Speaker 4 You can offer support, but you can't solve it. You can be patient, but you can't take away their pain.
Speaker 4 You can be helpful,
Speaker 4 but you can't fix.
Speaker 4 The number one reason most of us want to fix other people's problems is to make ourselves feel better.
Speaker 4
It's the harsh truth, but we all know it's real. I feel that way as well.
I spent years trying to solve and fix people's problems. I cared for them.
I loved them. I didn't want them to feel pain.
Speaker 4 What did I actually do? I stole their
Speaker 4
ability to solve their own problems.
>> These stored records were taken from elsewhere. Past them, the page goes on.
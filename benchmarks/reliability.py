"""Reliability study of the error estimate on Genz's test families.

For every family, dimension, tolerance and draw this integrates with the
"sharp" estimate (and, for the evaluation ratio, with "plain") and counts how
often the true error (closed form, :mod:`cubage.bench.genz_families`) is within the
reported error.  It prints one line per (family, d, tol) and a summary; the
figures calibrate ``RATIO_LIMIT`` / ``SAFETY`` in :mod:`cubage.engine.estimate`.

Usage::

    python benchmarks/reliability.py [--draws 50] [--dims 2 3 4 5 6]
        [--tols 1e-4 1e-6 1e-8] [--rules default genz-malik] [--seed 1]
        [--ratio-limit X] [--safety Y] [--budget N] [--no-plain]

``--ratio-limit`` / ``--safety`` override the constants for this process
only (for exploring); the defaults measure what is committed.
"""

from __future__ import annotations

import argparse
import sys
import time
from pathlib import Path

import numpy as np

sys.path.insert(0, str(Path(__file__).resolve().parents[1]))

import cubage  # noqa: E402
from cubage.bench import genz_families as genz
from cubage.engine import estimate


def study(families, dims, tols, draws, rules, seed, budget, plain=True, out=sys.stdout):
    """Run the study; returns a list of per-run dicts."""
    rows = []
    for rule in rules:
        for fam in families:
            for d in dims:
                rname = None if rule == "default" else rule
                if rname == "gauss-kronrod" and d > 3:
                    continue
                rng = np.random.default_rng([seed, genz.FAMILIES.index(fam), d])
                cases = [genz.draw(fam, d, rng) for _ in range(draws)]
                box = cubage.Box([0.0] * d, [1.0] * d)
                for tol in tols:
                    ok = conv = within = 0
                    ev_s = ev_p = 0
                    worst = 0.0
                    t0 = time.perf_counter()
                    for c in cases:
                        r = cubage.integrate(c.f, box, rel_tol=tol, rule=rname, budget=budget)
                        true = abs(r.value - c.exact)
                        good = true <= r.error
                        ok += good
                        conv += r.converged
                        within += true <= tol * abs(c.exact)
                        worst = max(worst, true / r.error if r.error > 0 else np.inf)
                        ev_s += r.evaluations
                        rec = dict(rule=rule, family=fam, d=d, tol=tol, true=true, reported=r.error,
                                   evals=r.evaluations, status=r.status, exact=c.exact)
                        if plain:
                            rp = cubage.integrate(c.f, box, rel_tol=tol, rule=rname, budget=budget,
                                                    estimate="plain")
                            ev_p += rp.evaluations
                            rec.update(plain_evals=rp.evaluations, plain_true=abs(rp.value - c.exact),
                                       plain_reported=rp.error)
                        rows.append(rec)
                    ratio = f"{ev_s / ev_p:6.3f}" if plain and ev_p else "   -  "
                    print(f"{rule:12s} {fam:14s} d={d} tol={tol:.0e}  true<=reported {ok:3d}/{len(cases)}"
                          f"  within-tol {within:3d}  converged {conv:3d}  worst true/reported {worst:8.3g}"
                          f"  evals sharp/plain {ratio}  {time.perf_counter() - t0:6.1f}s", file=out, flush=True)
    return rows


def summary(rows, out=sys.stdout):
    smooth = [r for r in rows if r["family"] in genz.SMOOTH]
    rough = [r for r in rows if r["family"] not in genz.SMOOTH]
    for name, rs in (("smooth", smooth), ("c0+discontinuous", rough)):
        if not rs:
            continue
        share = np.mean([r["true"] <= r["reported"] for r in rs])
        line = f"{name}: true<=reported on {100 * share:.2f} % of {len(rs)} runs"
        if "plain_evals" in rs[0]:
            ratio = sum(r["evals"] for r in rs) / sum(r["plain_evals"] for r in rs)
            med = np.median([r["evals"] / r["plain_evals"] for r in rs])
            pshare = np.mean([r["plain_true"] <= r["plain_reported"] for r in rs])
            line += (f"; evaluations sharp/plain total {ratio:.3f}, median {med:.3f};"
                     f" plain true<=reported {100 * pshare:.2f} %")
        print(line, file=out)
        for tol in sorted({r["tol"] for r in rs}):
            sub = [r for r in rs if r["tol"] == tol]
            share = np.mean([r["true"] <= r["reported"] for r in sub])
            w100 = np.mean([r["true"] <= 100 * tol * abs(r["exact"]) for r in sub])
            print(f"   tol {tol:.0e}: {100 * share:.2f} %  (true error within 100x tol: {100 * w100:.1f} %)",
                  file=out)


def main(argv=None) -> int:
    p = argparse.ArgumentParser(description=__doc__.splitlines()[0])
    p.add_argument("--draws", type=int, default=50, help="draws per family and dimension (default 50)")
    p.add_argument("--dims", type=int, nargs="+", default=[2, 3, 4, 5, 6], help="dimensions (default 2..6)")
    p.add_argument("--tols", type=float, nargs="+", default=[1e-4, 1e-6, 1e-8], help="relative tolerances")
    p.add_argument("--families", nargs="+", default=list(genz.FAMILIES), choices=genz.FAMILIES)
    p.add_argument("--rules", nargs="+", default=["default", "genz-malik"],
                   help="'default' (the engine's choice per dimension) and/or rule names")
    p.add_argument("--seed", type=int, default=1)
    p.add_argument("--budget", type=int, default=2_000_000, help="budget per run (default 2e6)")
    p.add_argument("--ratio-limit", type=float, help="override estimate.RATIO_LIMIT for this process")
    p.add_argument("--safety", type=float, help="override estimate.SAFETY for this process")
    p.add_argument("--floor", type=float, help="override estimate.FLOOR for this process")
    p.add_argument("--no-plain", action="store_true", help="skip the plain-estimate runs (no evaluation ratio)")
    a = p.parse_args(argv)
    if a.ratio_limit is not None:
        estimate.RATIO_LIMIT = a.ratio_limit
    if a.safety is not None:
        estimate.SAFETY = a.safety
    if a.floor is not None:
        estimate.FLOOR = a.floor
    print(f"FLOOR={estimate.FLOOR} RATIO_LIMIT={estimate.RATIO_LIMIT} SAFETY={estimate.SAFETY} "
          f"draws={a.draws} seed={a.seed}")
    t0 = time.perf_counter()
    rows = study(a.families, a.dims, a.tols, a.draws, a.rules, a.seed, a.budget, plain=not a.no_plain)
    summary(rows)
    print(f"total {time.perf_counter() - t0:.0f}s")
    return 0


if __name__ == "__main__":
    raise SystemExit(main())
I took away their independence and strength to deal with what they were going through.
I thought it was either or.
Speaker 4 Either I'm on the sidelines or I'm fully deep in there trying to save them. Not realizing that it required a bit from them.
Speaker 4
It required them to find themselves. Now, this doesn't mean I need to hide from them.
It didn't mean I need to distance myself from them.
Speaker 4 It means I need to understand the difference between support and solution.
Speaker 4 We need to understand the difference between focusing your energy and trying to fix.
Speaker 4 When you get lost trying to fix someone else's problems, you're rattling off all these solutions, all these multiple steps they can take, and maybe they'll be lucky if they can take it.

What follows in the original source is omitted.